WHAT THIS TASK INVOLVES →
Select the lines below containing the word "None".

DATA EXTRACT →
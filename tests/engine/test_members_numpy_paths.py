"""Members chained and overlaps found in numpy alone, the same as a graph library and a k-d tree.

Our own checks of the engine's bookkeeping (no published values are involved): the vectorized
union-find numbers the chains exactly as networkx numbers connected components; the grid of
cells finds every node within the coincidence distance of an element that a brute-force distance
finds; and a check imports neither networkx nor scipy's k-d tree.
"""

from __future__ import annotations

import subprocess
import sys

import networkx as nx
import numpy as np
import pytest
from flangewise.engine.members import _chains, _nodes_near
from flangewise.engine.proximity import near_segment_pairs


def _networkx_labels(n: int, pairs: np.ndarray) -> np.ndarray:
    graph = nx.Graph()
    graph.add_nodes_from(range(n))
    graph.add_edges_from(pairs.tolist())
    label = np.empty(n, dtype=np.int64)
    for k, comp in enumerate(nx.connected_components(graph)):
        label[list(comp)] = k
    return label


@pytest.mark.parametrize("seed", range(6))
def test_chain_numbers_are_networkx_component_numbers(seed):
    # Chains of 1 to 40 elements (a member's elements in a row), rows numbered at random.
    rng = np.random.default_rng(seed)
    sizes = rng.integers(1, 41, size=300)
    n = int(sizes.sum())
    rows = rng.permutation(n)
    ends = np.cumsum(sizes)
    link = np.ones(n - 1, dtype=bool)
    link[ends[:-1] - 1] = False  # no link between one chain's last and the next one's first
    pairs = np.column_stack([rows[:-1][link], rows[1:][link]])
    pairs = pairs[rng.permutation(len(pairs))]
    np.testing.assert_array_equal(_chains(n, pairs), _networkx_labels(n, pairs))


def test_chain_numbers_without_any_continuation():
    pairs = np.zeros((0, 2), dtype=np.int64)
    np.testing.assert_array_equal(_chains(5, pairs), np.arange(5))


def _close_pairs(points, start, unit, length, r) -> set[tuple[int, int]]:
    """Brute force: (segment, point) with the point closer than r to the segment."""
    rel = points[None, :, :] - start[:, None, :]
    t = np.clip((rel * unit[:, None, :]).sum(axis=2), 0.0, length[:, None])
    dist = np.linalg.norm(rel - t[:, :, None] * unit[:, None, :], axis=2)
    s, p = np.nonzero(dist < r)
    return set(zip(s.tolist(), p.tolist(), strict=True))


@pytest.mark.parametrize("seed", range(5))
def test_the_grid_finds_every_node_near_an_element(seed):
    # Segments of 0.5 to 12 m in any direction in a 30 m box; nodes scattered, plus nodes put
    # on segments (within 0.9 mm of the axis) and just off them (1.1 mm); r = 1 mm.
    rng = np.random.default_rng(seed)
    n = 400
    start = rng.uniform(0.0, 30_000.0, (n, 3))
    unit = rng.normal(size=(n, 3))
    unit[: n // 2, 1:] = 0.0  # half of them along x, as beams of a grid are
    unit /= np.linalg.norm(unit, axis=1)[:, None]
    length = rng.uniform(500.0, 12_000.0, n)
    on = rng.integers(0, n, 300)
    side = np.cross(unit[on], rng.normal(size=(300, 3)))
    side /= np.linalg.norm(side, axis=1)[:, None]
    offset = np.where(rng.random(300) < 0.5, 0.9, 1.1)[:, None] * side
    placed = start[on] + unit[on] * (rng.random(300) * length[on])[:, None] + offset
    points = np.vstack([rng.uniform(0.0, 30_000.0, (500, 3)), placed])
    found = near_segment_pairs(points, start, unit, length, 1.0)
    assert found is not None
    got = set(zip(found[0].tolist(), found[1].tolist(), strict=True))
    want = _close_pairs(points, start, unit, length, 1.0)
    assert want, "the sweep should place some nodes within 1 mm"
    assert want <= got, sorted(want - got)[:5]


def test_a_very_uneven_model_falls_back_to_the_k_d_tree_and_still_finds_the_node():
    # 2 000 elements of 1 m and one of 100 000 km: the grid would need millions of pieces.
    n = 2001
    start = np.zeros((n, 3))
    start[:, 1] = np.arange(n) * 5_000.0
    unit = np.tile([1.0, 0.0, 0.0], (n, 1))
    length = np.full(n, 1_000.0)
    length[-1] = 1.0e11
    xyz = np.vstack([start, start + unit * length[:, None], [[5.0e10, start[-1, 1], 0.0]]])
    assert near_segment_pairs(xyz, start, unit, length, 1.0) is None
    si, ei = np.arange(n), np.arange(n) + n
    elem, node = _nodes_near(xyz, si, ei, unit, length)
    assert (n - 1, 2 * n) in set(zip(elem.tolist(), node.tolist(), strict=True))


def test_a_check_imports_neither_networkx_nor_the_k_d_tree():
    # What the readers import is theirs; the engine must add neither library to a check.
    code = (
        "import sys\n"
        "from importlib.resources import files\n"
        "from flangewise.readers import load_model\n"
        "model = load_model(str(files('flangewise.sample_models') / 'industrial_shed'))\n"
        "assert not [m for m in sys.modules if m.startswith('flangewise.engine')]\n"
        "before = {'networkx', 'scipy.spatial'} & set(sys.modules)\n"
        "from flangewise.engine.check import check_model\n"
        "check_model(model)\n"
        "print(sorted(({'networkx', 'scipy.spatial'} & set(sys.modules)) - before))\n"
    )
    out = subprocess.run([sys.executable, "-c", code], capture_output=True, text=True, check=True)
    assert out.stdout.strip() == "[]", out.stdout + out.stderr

WORKED SOLUTION →
    rel = points[None, :, :] - start[:, None, :]
    t = np.clip((rel * unit[:, None, :]).sum(axis=2), 0.0, length[:, None])
    dist = np.linalg.norm(rel - t[:, :, None] * unit[:, None, :], axis=2)
    unit /= np.linalg.norm(unit, axis=1)[:, None]
    side /= np.linalg.norm(side, axis=1)[:, None]
    offset = np.where(rng.random(300) < 0.5, 0.9, 1.1)[:, None] * side
    placed = start[on] + unit[on] * (rng.random(300) * length[on])[:, None] + offset
    assert found is not None
    xyz = np.vstack([start, start + unit * length[:, None], [[5.0e10, start[-1, 1], 0.0]]])
    assert near_segment_pairs(xyz, start, unit, length, 1.0) is None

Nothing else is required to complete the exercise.